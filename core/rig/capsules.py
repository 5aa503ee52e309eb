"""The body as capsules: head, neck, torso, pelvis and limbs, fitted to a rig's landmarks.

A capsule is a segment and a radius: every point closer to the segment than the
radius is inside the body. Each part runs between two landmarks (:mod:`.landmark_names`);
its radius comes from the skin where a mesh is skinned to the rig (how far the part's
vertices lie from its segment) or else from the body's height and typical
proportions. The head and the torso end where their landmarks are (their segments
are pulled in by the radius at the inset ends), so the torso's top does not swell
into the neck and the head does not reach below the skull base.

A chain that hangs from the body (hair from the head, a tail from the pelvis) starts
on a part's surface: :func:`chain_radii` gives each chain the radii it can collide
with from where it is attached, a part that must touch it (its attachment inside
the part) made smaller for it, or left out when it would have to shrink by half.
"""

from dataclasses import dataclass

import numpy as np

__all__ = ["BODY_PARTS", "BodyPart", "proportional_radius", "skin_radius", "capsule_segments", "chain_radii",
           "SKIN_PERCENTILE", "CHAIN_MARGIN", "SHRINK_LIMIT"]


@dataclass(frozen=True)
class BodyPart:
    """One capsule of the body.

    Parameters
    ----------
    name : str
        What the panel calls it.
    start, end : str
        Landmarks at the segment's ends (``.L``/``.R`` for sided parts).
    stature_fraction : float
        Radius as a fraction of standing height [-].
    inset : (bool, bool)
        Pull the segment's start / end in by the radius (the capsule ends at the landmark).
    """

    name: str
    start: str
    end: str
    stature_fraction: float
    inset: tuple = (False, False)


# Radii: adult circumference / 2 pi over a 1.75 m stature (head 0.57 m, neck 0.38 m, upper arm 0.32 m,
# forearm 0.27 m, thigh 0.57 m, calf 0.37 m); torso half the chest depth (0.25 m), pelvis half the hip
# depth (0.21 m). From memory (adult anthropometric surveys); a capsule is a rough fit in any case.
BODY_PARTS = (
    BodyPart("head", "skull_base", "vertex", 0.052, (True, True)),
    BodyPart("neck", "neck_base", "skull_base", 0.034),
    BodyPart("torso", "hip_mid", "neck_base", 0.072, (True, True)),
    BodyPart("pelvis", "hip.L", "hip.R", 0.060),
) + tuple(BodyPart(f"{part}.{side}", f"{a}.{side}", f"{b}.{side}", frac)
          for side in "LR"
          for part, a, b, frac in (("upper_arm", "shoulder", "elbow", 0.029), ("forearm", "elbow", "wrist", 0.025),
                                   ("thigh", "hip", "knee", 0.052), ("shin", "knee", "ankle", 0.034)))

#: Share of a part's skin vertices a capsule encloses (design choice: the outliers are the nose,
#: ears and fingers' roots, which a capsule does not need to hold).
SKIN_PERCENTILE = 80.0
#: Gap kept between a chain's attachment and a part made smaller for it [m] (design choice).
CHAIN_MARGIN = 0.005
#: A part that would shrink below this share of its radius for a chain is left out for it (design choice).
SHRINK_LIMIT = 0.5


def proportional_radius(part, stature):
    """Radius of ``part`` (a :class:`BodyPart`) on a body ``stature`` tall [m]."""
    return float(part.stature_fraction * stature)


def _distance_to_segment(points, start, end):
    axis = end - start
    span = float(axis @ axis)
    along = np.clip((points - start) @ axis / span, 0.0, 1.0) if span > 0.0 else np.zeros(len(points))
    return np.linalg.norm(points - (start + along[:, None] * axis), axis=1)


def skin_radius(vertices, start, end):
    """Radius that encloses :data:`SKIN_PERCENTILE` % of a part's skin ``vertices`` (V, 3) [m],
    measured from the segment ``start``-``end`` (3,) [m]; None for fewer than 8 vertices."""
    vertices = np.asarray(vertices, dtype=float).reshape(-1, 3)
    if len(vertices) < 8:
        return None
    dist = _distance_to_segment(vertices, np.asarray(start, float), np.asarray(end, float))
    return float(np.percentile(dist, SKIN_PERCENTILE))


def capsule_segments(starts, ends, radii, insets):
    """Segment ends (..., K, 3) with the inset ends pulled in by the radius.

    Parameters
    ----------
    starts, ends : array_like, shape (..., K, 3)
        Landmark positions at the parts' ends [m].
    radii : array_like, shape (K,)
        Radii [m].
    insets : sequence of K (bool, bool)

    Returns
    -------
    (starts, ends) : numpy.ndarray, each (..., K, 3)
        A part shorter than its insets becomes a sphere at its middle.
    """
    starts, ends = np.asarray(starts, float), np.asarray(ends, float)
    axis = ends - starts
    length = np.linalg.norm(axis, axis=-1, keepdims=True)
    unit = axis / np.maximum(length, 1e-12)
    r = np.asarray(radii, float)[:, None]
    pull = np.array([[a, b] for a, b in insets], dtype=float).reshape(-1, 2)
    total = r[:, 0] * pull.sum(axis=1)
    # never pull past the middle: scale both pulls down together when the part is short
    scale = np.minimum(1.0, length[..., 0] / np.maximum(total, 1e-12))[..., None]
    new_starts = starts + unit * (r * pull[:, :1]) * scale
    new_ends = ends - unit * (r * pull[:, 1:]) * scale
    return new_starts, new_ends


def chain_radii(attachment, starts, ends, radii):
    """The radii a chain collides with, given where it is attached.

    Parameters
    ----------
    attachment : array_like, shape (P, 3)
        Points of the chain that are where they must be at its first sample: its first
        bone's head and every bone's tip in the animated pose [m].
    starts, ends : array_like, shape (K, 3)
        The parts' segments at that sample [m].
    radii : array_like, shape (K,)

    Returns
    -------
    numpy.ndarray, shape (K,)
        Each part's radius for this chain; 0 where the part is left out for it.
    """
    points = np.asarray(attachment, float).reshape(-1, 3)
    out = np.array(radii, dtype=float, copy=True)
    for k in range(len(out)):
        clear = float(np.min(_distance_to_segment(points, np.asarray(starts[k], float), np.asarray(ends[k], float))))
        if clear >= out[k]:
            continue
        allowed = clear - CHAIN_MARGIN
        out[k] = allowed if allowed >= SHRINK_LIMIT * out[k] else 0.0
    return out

####################

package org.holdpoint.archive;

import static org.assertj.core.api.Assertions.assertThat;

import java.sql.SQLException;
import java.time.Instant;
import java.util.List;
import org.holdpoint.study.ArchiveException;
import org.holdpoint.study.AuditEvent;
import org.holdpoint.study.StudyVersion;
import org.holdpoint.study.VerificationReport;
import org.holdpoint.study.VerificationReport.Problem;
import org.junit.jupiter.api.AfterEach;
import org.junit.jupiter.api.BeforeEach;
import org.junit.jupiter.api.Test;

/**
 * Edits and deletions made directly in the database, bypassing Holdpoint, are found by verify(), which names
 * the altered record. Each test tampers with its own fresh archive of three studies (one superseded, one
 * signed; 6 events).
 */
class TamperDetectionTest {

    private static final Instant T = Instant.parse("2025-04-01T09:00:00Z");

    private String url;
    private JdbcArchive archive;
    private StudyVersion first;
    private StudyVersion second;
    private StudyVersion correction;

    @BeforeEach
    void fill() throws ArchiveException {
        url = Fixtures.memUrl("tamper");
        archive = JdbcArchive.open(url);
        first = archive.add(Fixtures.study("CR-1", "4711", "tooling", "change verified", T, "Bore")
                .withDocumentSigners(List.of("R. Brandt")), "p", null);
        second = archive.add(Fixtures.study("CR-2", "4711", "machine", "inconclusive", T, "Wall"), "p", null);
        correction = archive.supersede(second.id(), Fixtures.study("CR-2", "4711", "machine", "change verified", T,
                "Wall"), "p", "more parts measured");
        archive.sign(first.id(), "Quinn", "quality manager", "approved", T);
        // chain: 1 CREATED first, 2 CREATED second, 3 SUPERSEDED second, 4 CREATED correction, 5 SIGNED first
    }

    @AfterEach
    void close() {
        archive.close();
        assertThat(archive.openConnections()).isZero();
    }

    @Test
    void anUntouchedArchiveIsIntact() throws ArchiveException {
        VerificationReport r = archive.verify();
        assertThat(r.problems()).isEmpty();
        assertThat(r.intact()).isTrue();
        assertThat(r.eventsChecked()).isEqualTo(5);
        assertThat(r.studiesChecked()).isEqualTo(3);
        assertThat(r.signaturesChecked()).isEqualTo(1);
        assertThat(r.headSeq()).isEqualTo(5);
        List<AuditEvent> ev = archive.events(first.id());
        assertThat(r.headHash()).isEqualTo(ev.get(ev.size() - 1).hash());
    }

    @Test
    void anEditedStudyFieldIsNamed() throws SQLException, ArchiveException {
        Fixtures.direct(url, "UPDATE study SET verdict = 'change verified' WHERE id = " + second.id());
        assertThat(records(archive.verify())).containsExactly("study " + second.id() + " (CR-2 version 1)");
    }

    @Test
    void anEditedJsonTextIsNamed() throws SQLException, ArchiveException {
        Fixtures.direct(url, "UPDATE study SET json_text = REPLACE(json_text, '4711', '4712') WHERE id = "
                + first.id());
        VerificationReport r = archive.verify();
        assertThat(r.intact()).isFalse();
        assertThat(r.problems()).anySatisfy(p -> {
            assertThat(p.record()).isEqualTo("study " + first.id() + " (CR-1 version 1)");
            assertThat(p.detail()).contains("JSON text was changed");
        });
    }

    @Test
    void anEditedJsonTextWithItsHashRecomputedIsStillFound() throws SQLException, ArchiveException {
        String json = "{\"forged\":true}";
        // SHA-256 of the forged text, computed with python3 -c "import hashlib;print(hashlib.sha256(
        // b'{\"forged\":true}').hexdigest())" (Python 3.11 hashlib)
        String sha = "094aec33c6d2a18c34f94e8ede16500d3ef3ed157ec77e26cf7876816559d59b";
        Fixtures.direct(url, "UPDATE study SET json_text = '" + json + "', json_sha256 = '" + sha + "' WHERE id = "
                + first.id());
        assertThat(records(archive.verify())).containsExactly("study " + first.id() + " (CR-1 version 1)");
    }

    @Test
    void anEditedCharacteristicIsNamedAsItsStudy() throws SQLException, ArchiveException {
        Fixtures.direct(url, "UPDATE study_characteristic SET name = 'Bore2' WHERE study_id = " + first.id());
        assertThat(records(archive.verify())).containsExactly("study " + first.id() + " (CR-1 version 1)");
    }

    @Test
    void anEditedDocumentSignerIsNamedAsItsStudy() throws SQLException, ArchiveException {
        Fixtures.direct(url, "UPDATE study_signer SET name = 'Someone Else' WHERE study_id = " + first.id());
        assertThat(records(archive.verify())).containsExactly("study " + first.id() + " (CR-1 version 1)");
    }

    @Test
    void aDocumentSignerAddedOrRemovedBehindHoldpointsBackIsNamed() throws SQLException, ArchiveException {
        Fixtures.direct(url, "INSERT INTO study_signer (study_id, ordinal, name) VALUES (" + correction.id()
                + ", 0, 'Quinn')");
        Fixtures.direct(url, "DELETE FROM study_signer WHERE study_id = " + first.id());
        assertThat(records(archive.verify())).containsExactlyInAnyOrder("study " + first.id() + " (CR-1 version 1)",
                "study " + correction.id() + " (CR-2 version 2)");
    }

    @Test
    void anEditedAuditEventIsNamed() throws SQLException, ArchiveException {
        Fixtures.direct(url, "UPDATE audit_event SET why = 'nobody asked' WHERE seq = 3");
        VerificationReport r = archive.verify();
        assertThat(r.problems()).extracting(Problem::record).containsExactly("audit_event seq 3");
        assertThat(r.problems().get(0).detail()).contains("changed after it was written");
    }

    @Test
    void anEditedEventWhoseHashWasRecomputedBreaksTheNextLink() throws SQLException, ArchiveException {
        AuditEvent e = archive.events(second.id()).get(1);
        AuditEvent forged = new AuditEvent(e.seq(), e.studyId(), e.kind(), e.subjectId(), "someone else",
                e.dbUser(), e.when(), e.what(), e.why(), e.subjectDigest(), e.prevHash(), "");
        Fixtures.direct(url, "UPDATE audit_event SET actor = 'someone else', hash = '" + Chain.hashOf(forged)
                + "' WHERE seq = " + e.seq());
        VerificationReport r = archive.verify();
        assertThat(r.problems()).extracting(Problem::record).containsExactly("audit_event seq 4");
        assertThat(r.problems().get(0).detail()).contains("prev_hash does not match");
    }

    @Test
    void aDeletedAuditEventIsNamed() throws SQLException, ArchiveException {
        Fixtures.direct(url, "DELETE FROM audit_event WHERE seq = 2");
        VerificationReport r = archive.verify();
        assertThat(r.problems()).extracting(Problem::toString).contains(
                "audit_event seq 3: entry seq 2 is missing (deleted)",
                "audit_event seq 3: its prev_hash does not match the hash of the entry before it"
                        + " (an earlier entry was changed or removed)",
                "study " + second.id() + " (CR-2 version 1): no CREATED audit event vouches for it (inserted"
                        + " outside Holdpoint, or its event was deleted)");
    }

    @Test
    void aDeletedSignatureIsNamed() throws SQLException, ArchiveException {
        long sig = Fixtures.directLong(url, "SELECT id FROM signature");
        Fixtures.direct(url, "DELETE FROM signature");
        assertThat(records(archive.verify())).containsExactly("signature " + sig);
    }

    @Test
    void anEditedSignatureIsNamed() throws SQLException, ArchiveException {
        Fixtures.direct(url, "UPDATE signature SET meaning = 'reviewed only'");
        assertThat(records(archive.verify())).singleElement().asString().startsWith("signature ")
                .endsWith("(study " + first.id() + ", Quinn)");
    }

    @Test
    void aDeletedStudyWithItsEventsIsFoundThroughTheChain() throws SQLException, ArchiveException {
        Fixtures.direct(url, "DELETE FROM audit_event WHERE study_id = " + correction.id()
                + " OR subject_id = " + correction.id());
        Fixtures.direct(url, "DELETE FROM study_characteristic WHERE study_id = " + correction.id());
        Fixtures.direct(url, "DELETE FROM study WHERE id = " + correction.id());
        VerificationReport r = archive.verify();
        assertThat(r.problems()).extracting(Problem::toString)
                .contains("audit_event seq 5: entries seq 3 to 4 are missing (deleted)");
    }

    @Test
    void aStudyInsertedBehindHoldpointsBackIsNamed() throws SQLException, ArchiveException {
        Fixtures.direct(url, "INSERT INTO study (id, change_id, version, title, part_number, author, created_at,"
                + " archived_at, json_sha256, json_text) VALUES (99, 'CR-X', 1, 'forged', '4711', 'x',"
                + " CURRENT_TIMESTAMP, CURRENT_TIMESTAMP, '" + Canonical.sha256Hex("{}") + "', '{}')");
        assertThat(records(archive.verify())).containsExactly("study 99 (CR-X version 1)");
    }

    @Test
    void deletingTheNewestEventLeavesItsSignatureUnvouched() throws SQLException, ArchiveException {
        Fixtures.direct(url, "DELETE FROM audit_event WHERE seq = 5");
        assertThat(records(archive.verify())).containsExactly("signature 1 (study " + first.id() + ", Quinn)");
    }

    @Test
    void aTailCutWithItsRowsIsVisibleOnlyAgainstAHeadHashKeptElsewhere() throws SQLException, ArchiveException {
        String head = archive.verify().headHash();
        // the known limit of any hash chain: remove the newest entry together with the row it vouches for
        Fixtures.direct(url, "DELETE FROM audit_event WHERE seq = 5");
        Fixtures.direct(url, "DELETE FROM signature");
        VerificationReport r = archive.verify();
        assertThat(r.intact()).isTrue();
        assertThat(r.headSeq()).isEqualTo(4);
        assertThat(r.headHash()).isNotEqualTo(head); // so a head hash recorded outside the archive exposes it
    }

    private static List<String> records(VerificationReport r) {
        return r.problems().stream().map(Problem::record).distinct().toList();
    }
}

####################

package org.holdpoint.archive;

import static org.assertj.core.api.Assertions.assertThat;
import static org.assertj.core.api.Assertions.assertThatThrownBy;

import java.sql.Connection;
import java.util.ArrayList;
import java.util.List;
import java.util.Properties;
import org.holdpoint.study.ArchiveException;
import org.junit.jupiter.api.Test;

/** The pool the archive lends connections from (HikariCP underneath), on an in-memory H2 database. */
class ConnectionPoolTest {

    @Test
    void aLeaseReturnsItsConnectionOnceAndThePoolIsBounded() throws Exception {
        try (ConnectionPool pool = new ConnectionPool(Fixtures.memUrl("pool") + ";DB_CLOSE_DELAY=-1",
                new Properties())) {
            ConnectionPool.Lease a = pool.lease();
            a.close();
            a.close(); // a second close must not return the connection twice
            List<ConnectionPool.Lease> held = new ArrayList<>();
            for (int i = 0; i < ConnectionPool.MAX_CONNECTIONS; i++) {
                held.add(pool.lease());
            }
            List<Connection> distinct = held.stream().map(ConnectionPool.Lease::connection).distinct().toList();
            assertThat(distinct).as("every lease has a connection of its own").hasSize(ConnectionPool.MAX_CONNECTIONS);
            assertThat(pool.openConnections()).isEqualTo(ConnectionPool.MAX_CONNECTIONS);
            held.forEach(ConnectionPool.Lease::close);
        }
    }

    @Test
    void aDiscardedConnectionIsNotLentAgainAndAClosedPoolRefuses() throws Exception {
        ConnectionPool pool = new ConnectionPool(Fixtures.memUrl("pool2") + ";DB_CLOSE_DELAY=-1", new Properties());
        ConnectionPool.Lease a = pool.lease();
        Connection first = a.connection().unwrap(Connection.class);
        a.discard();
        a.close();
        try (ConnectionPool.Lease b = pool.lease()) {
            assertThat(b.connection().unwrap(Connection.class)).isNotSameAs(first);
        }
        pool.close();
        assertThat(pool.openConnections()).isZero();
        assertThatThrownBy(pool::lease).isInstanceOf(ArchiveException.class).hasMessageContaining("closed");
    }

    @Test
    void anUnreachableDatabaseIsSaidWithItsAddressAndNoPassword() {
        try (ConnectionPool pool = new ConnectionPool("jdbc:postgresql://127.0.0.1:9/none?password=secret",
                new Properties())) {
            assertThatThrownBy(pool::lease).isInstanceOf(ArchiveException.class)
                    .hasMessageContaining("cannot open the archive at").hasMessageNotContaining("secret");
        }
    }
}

####################

- WHAT YOU NEED TO DO
For each line above that contains "depth", make a copy.

- RESPONSE BELOW
# forearm 0.27 m, thigh 0.57 m, calf 0.37 m); torso half the chest depth (0.25 m), pelvis half the hip
# depth (0.21 m). From memory (adult anthropometric surveys); a capsule is a rough fit in any case.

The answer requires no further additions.